Permissions
Permissions decide what a client can and cannot do on a hub.
The hub answers where does the client connect? The client answers what is connecting? Permissions answer what is allowed?
Create permissions after the client exists and the hub is clear. Use Live Map later to confirm the connected client behaves as expected.
Start Here If
Section titled “Start Here If”- access is too wide or too narrow;
- a client sees permission denied;
- a client action is access blocked;
- a client can do too much or too little;
- a permission set is hard to review;
- you need to split broad access into smaller purpose-based rules.
At a Glance
Section titled “At a Glance”| Question | Simple answer |
|---|---|
| What are permissions? | Rules for what a client may do on a hub. |
| When do I create them? | After the client exists. |
| What should they include? | The hub, linked clients, allowed actions, blocked actions, and notes. |
| What is safest first? | Narrow access for one purpose. |
| What should be rare? | Everything access or full control. |
What Permissions Contain
Section titled “What Permissions Contain”Permissions usually include:
- a hub it belongs to;
- one or more clients;
- allowed actions;
- blocked actions;
- optional safety rules;
- a description for team context;
- notes that explain why the access exists.
Common Permission Styles
Section titled “Common Permission Styles”Specific permissions allow only named actions. Use these for most clients.
Safety rules keep permissions intentionally narrow and safer for public-facing clients.
Everything access is wide. Use it only when the client has a trusted purpose and the risk is understood.
How to Read Permissions
Section titled “How to Read Permissions”Read permissions from top to bottom:
- Hub: the place these permissions apply.
- Linked clients: the clients that receive these permissions.
- Allowed actions: what those clients can do.
- Blocked actions: what stays blocked.
- Notes: why these permissions exist.
If the client name and permissions name do not clearly explain the relationship, rename or describe them before adding more rules.
Create Permissions
Section titled “Create Permissions”Create permissions after the client exists. That makes the relationship easier to read.
- Open Permissions. Select Create.
- Choose a hub. Permissions always apply to one hub.
- Name the permissions. Use a purpose-based name, such as
frontdesk-questions-only. - Link clients. Select the clients that should receive this access.
- Choose the shape. Use narrow access for most clients.
- Review allowed and blocked actions. Allow only what is needed and block risky actions.
Before saving, read the permissions sentence in plain language:
These clients can do these actions on this hub, and these actions stay blocked.
If that sentence is hard to say, split the permissions or rename them before adding more clients.
Public Hub Safety Defaults
Section titled “Public Hub Safety Defaults”For public hub access, Thalovant favors narrow defaults:
- no wider message sending;
- no escalation, which means no higher-level requests;
- no propagation, which means no passing work along;
- no full-control access;
- normal question access only.
That keeps public clients useful while limiting accidental wide control.
Common Permission Shapes
Section titled “Common Permission Shapes”If access feels too wide, too narrow, or the client can do too much or too little, start by reading the permission shape before changing allowed actions.

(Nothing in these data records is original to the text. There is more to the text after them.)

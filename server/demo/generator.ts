import 'server-only';
import { elementaryCharge } from '@/lib/constants/constants';

/**
 * Traces of the demonstration: made from the published models with noise, offset and drift from a seed, so that every
 * installation shows the same ones. Each file says in its header that it is invented.
 */

/** mulberry32, a small well-mixed generator; equal seeds give equal traces. */
function randomFrom(seed: number): { uniform: () => number; normal: () => number } {
  let state = seed >>> 0;
  const uniform = () => {
    state = (state + 0x6d2b79f5) >>> 0;
    let t = Math.imul(state ^ (state >>> 15), 1 | state);
    t = (t + Math.imul(t ^ (t >>> 7), 61 | t)) ^ t;
    return ((t ^ (t >>> 14)) >>> 0) / 4294967296;
  };
  // Box and Muller; 1 − u avoids the logarithm of zero.
  const normal = () => Math.sqrt(-2 * Math.log(1 - uniform())) * Math.cos(2 * Math.PI * uniform());
  return { uniform, normal };
}

export type TraceFile = { name: string; text: string };

const header = (what: string, facts: string[]) =>
  [`# INVENTED DATA, Fjordheim demonstration: ${what}`, ...facts.map((fact) => `# ${fact}`)].join('\n');

/** Current of one electron per cycle, in fA. */
const perCycleFa = (frequencyHz: number) => elementaryCharge.value * frequencyHz * 1e15;

type OnOff = {
  name: string;
  seed: number;
  frequencyHz: number;
  escape: number;
  offsetFa: number;
  noiseFa: number;
  rows?: number;
};

/** Drive on at 14–46 s and 74–106 s of 120 s, off otherwise; white noise with a little correlation, as an amplifier's filter makes. */
export function onOffRun({ name, seed, frequencyHz, escape, offsetFa, noiseFa, rows = 24000 }: OnOff): TraceFile {
  const random = randomFrom(seed);
  const lines = [header('on-off run', [`drive = ${frequencyHz / 1e3} kHz`, 'V_exit held']), 't (s),I (fA),V_exit (mV)'];
  let slow = 0;
  for (let i = 0; i < rows; i += 1) {
    const t = (i * 120) / rows;
    const on = (t >= 14 && t < 46) || (t >= 74 && t < 106);
    slow = 0.6 * slow + random.normal() * noiseFa * 0.8;
    const current = offsetFa + (on ? escape * perCycleFa(frequencyHz) : 0) + slow;
    lines.push(`${t.toFixed(3)},${current.toFixed(3)},${(-620 + 0.002 * random.normal()).toFixed(3)}`);
  }
  return { name, text: `${lines.join('\n')}\n` };
}

type WaitScan = {
  name: string;
  seed: number;
  frequencyHz: number;
  tauUs: number;
  exitMv: number;
  offsetFa: number;
  noiseFa: number;
};

/** Escape probability 1 − exp(−t/τ) against waiting time (one exponential), as a current. */
export function waitingTimeScan({ name, seed, frequencyHz, tauUs, exitMv, offsetFa, noiseFa }: WaitScan): TraceFile {
  const random = randomFrom(seed);
  const lines = [
    header('waiting-time scan', [`drive = ${frequencyHz / 1e3} kHz`, `V_exit = ${exitMv} mV`]),
    't_wait (us),I (fA)',
  ];
  for (let i = 0; i < 24; i += 1) {
    const t = 0.15 + i * 0.18;
    const current = offsetFa + perCycleFa(frequencyHz) * (1 - Math.exp(-t / tauUs)) + noiseFa * random.normal();
    lines.push(`${t.toFixed(2)},${current.toFixed(3)}`);
  }
  return { name, text: `${lines.join('\n')}\n` };
}

type Staircase = { name: string; seed: number; frequencyHz: number; noisePa: number; delta: number };

/** Decay cascade (Kashcheyevs and Kaestner, Phys. Rev. Lett. 104, 186805, 2010) over an exit gate, with semicolons and decimal commas. */
export function staircaseScan({ name, seed, frequencyHz, noisePa, delta }: Staircase): TraceFile {
  const random = randomFrom(seed);
  const comma = (value: number, digits: number) => value.toFixed(digits).replace('.', ',');
  const lines = [header('staircase scan', [`drive = ${frequencyHz / 1e6} MHz`]), 'V_exit (mV);I (pA)'];
  const perVolt = 0.9; // 1/mV
  for (let i = 0; i <= 240; i += 1) {
    const v = -380 + i * 0.25;
    const step = (m: number) => Math.exp(-Math.exp(-perVolt * (v + 368 - (m * delta) / perVolt)));
    const n = step(0) + step(1) + step(2);
    lines.push(
      `${comma(v, 2)};${comma(n * elementaryCharge.value * frequencyHz * 1e12 + noisePa * random.normal(), 5)}`,
    );
  }
  return { name, text: `${lines.join('\r\n')}\r\n` };
}

type Stability = {
  name: string;
  seed: number;
  rows: number;
  currentPa: number;
  noisePa: number;
  driftPaPerHour: number;
};

/** A plateau current over hours: white noise, a slow random walk, a steady drift. */
export function stabilityRun({ name, seed, rows, currentPa, noisePa, driftPaPerHour }: Stability): TraceFile {
  const random = randomFrom(seed);
  const lines = [header('stability run', [`rows = ${rows}`, 'one sample every 0.1 s']), 't / s\tI / pA'];
  let walk = 0;
  for (let i = 0; i < rows; i += 1) {
    walk += noisePa * 0.002 * random.normal();
    const t = i * 0.1;
    lines.push(
      `${t.toFixed(1)}\t${(currentPa + (driftPaPerHour * t) / 3600 + walk + noisePa * random.normal()).toFixed(6)}`,
    );
  }
  return { name, text: `${lines.join('\n')}\n` };
}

If someone describes the problem as too much access, use this section before adding another blocked action.
If the visible message says permission denied or access blocked, compare the linked client, allowed actions, and blocked actions before changing the hub.
| Style | Use it when | Typical access |
|---|---|---|
| Question-only | A user-facing client should ask normal questions. | Questions and status, with wider controls blocked. |
| Observer | A client only needs health or status. | Read-only access. |
| Skill helper | A client helps Thalovant see available skills. | Skill sharing plus only the small reads it needs. |
| Temporary task | A trusted client performs one narrow job. | Specific actions with a clear description. |
Live Skill Suggestions
Section titled “Live Skill Suggestions”When a hub has a client sharing live skill information, the permissions builder can show available skills. This helps you block exact items without guessing names.
If live suggestions are not available yet, permissions still work. Start simple, then return later when suggestions appear.
Permissions Are Ready When
Section titled “Permissions Are Ready When”Permissions are ready when:
- the name explains the purpose;
- the linked clients all need the same kind of access;
- allowed actions are specific;
- wider controls are blocked unless there is a written reason;
- notes explain why the access exists;
- a teammate could read the permissions sentence without guessing.